During the trial of the case, the district judge excluded parol evidence offered by plaintiff to show the nature of the transaction in question, and at the conclusion of such trial he sustained the exception of no cause of action and dismissed the suit.

On appeal to this court the judgment sustaining the aforementioned exception was affirmed. 170 So. 386.

A writ of certiorari was then issued by the Supreme Court directed,to us. After consideration of the case it reversed our judgment and that of the district court, overruled the exception of no cause of action, held that the proffered parol evidence was improperly excluded, and remanded the case to the trial court for further proceedings. 187 La. 1, 174 So. 89.

A second trial was then had, and there was judgment decreeing that the deed and building contract executed by the parties on August 14, 1935, constituted a mortgage, and ordering defendant to pay the costs of the main demand. There was also judgment on the reconventional demand in favor of J. A. Leiendecker, defendant, and against Mollie Robinson Bell, plaintiff, in the sum of $1,341.43, with 8 per cent, per annum interest from December 1, 1935, until paid, and “in the further sum of Forty and 62/100 ($40.62) Dollars, with five per cent, per annum interest from October 1, 1935, until paid, with recognition of defendant’s mortgage on said Lot 9 of the Leib Subdivision of the City of Shreveport, Louisiana, together with all buildings and improvements thereon, and ordering that said property be seized and sold at public auction, with benefit of appraisement, and that out of the proceeds of said sale defendant be paid, by privilege, preference and priority over all other persons, the amount of this judgment, with interest and costs, plaintiff to pay all costs of the reconventional demand.”

The court further decreed that the demands of the parties otherwise be re-j ected.

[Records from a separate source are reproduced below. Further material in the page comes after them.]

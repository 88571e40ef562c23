/**
 * Browser: a designer sizes a string from the demo batch "KF-M60 line 2, lot 2611" at phone and
 * wide widths, sees the figures the API computed (string Voc highlighted above 60 V DC), where
 * each input came from and the expanded high-voltage caution; bad input shows one message at
 * its field (the form's own check, or the library's in the form's words) and no figures. Screenshots strings-*.png go to artifacts/screenshots.
 */
import { readDemoAccounts } from '@/server/services/seed';
import { layoutProblems, openBrowser, screenshot, signInThroughForm, VIEWPORTS } from '@/tests/support/browser';
import { startServerProcess } from '@/tests/support/server-process';
import type { ServerProcess } from '@/tests/support/server-process';

const DEMO_BATCH = 'KF-M60 line 2, lot 2611';

let srv: ServerProcess;
beforeAll(async () => {
  srv = await startServerProcess();
});
afterAll(async () => {
  await srv?.stop();
});

const designer = readDemoAccounts().find((a) => a.email === 'dana.lindqvist@kestrel-pv.example')!;

describe.each(Object.entries(VIEWPORTS))('at %s width', (vpName, viewport) => {
  it('a designer sizes a string from the demo batch and sees the result, its sources and the caution', async () => {
    expect(designer).toBeDefined();
    const b = await openBrowser(viewport);
    try {
      const { page } = b;
      await signInThroughForm(page, srv.url, designer.email, designer.password);
      await page.goto(`${srv.url}/strings`, { waitUntil: 'load' });
      await page.getByTestId('strings-screen').waitFor();
      await page.getByTestId('strings-empty').waitFor();
      // The caution is there before any number is.
      expect(await page.getByTestId('hv-caution').count()).toBe(1);
      await page.getByTestId(`pick-batch-${DEMO_BATCH}`).waitFor();
      expect(await layoutProblems(page)).toEqual([]);
      await screenshot(page, `strings-empty-${vpName}`);

      await page.getByTestId(`pick-batch-${DEMO_BATCH}`).click();
      await page.getByTestId('tmin').fill('-25');
      await page.getByTestId('tcellmax').fill('70');
      await page.getByTestId('vsys-1500').click();
      await page.getByTestId('mpp-min').fill('500');
      await page.getByTestId('mpp-max').fill('1300');
      await page.getByTestId('size-submit').click();
      await page.getByTestId('string-result').waitFor({ timeout: 30_000 });
      if (vpName === 'phone') {
        // On a phone the result is below the form: a line by the button says so.
        expect(await page.getByTestId('size-summary').innerText()).toMatch(/At most \d+ modules, at least \d+: details below/);
        await screenshot(page, `strings-summary-${vpName}`);
        await page.getByTestId('string-figures').scrollIntoViewIfNeeded();
      }

      // The figures on screen are the API's for the same request (sizing logic is tested in tests/server/strings.test.ts).
      const api = await page.evaluate(async (name) => {
        const list = await (await fetch('/api/batches', { credentials: 'include' })).json();
        const batchId = list.batches.find((x: { name: string }) => x.name === name).id;
        const res = await fetch('/api/strings/size', {
          method: 'POST',
          credentials: 'include',
          headers: { 'Content-Type': 'application/json' },
          body: JSON.stringify({ batch_id: batchId, t_min_c: -25, t_cell_max_c: 70, v_sys_v: 1500, mpp_window_min_v: 500, mpp_window_max_v: 1300 }),
        });
        return res.json();
      }, DEMO_BATCH);
      expect(api.max_modules).toBeGreaterThan(1);
      expect(await page.getByTestId('max-modules').innerText()).toContain(String(api.max_modules));
      expect(await page.getByTestId('string-voc').innerText()).toContain(api.string_voc_max_v.toFixed(1));
      expect(await page.getByTestId('margin').innerText()).toContain(api.margin_v.toFixed(1));
      expect(await page.getByTestId('min-modules').innerText()).toContain(String(api.min_modules));
      // A string of modules is far above 60 V DC: highlighted.
      expect(api.string_voc_max_v).toBeGreaterThan(60);
      await page.getByTestId('string-voc-elv').waitFor();
      // Where the inputs came from: the batch's worst module and the fitted model (the demo batch is at one temperature).
      await page.getByTestId('source-voc-batch').waitFor();
      await page.getByTestId('source-beta-model').waitFor();
      // 23 of lot 2611's 24 modules: M2611-015's bypass-diode step leaves it without STC figures.
      expect(await page.getByTestId('string-sources').innerText()).toMatch(/highest-Voc module of 23.*not the batch mean/);
      // The caution is expanded: every bullet is on the page.
      expect(await page.getByTestId('hv-caution').innerText()).toMatch(/no off switch[\s\S]*DC arc does not go out[\s\S]*design guidance only/i);
      await page.getByTestId('string-voc-chart').waitFor();
      expect(await layoutProblems(page)).toEqual([]);
      await screenshot(page, `strings-result-${vpName}`);
      await page.getByTestId('string-chart-card').scrollIntoViewIfNeeded();
      await screenshot(page, `strings-chart-${vpName}`);

      // An invalid edit drops the result at once: no figure stays beside input it does not answer.
      await page.getByTestId('tmin').fill('cold');
      await page.getByTestId('tmin').blur();
      await page.getByTestId('tmin-error').waitFor();
      expect(await page.getByTestId('tmin-error').innerText()).toBe('Record low ambient (°C) must be a number.');
      expect(await page.getByTestId('string-result').count()).toBe(0);

      // "From" above "to": said once, at the MPP window's "to" field, before anything is sent.
      await page.getByTestId('tmin').fill('-25');
      await page.getByTestId('mpp-min').fill('1300');
      await page.getByTestId('mpp-max').fill('500');
      await page.getByTestId('size-submit').click();
      await page.getByTestId('mpp-max-error').waitFor();
      expect(await page.getByTestId('mpp-max-error').innerText()).toBe('MPP window to (V) must be above MPP window from (1300 V).');
      expect(await page.getByText('must be above MPP window from').count()).toBe(1);
      expect(await page.getByTestId('string-result').count()).toBe(0);
      await page.getByTestId('mpp-max').scrollIntoViewIfNeeded();
      expect(await layoutProblems(page)).toEqual([]);
      await screenshot(page, `strings-range-error-${vpName}`);
      await page.getByTestId('mpp-min').fill('500');
      await page.getByTestId('mpp-max').fill('1300');

      // Bad input the library refuses: a record low of −70 °C is said at its field, in its label's
      // words, once (not again by the button), and no figures are on screen.
      await page.getByTestId('tmin').fill('-70');
      await page.getByTestId('size-submit').click();
      await page.getByTestId('tmin-error').waitFor();
      expect(await page.getByTestId('tmin-error').innerText()).toMatch(/^Record low ambient is -70 °C, outside -60…\+100 °C/);
      expect(await page.getByText('is -70 °C, outside').count()).toBe(1);
      expect(await page.getByTestId('form-error').count()).toBe(0);
      expect(await page.getByTestId('string-result').count()).toBe(0);
      await page.getByTestId('tmin').scrollIntoViewIfNeeded();
      expect(await layoutProblems(page)).toEqual([]);
      await screenshot(page, `strings-error-${vpName}`);
    } finally {
      await b.close();
    }
  });
});
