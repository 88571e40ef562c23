/**
 * Golden-section search for the maximum of a unimodal function on [a, b] (Kiefer 1953):
 * the bracket shrinks by 0.618 per evaluation until narrower than `tol` or `maxIter` steps.
 * Returns the middle of the final bracket.
 */
export function goldenMax(f: (x: number) => number, a: number, b: number, tol: number, maxIter = 200): number {
  const g = (Math.sqrt(5) - 1) / 2;
  let c = b - g * (b - a);
  let d = a + g * (b - a);
  let fc = f(c);
  let fd = f(d);
  for (let it = 0; it < maxIter && b - a > tol; it++) {
    if (fc > fd) {
      b = d;
      d = c;
      fd = fc;
      c = b - g * (b - a);
      fc = f(c);
    } else {
      a = c;
      c = d;
      fc = fd;
      d = a + g * (b - a);
      fd = f(d);
    }
  }
  return (a + b) / 2;
}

This appeal was prosecuted by plaintiff.

The evidence adduced on the last trial of the case conclusively shows that plaintiff executed the deed to defendant to secure payment of the price of the constructed dwelling. Defendant himself states that the conveyance act was given as “guarantee of payment,” and that he had no intention of holding the property Or depriving plaintiff of it. Accordingly, the instruments under consideration were properly declared by the trial judge to constitute a mortgage.

It is also our opinion that the judgment on the reconventional demand is correct. As before stated, plaintiff agreed to pay the building contract price of $1,-341.43 in installments of $15 per month, plus interest, and also to pay the taxes and insurance on the property; and the contract further stipulated a maturing of the entire indebtedness on plaintiff’s failure to make the required payments. Plaintiff moved into the premises in January of 1936, and lived there .continuously until the date of the last trial which was June 24, 1937. During that period she not only paid none of the taxes or insurance that became due on the property, but also she made no payments whatever on the agreed construction price. The amount of $1,-341.43 recited in the judgment represented the house indebtedness, while the item of $40.62 was for taxes, insurance, and the cost of canceling a pre-existing mortgage on the lot, all of which were paid by defendant.

Appellant complains of the rejection of her claim for attorney’s fees for instituting this suit. We think that the trial judge did not err in this respect. Attorney’s fees, as damages, are not ordinarily allowed (Meraux & Nunez v. Gaidry, 171 La. 852, 132 So. 401), and there appears no good reason why this controversy should be excepted from that general rule.

Accordingly, and for the foregoing reasons, the judgment appealed from is affirmed.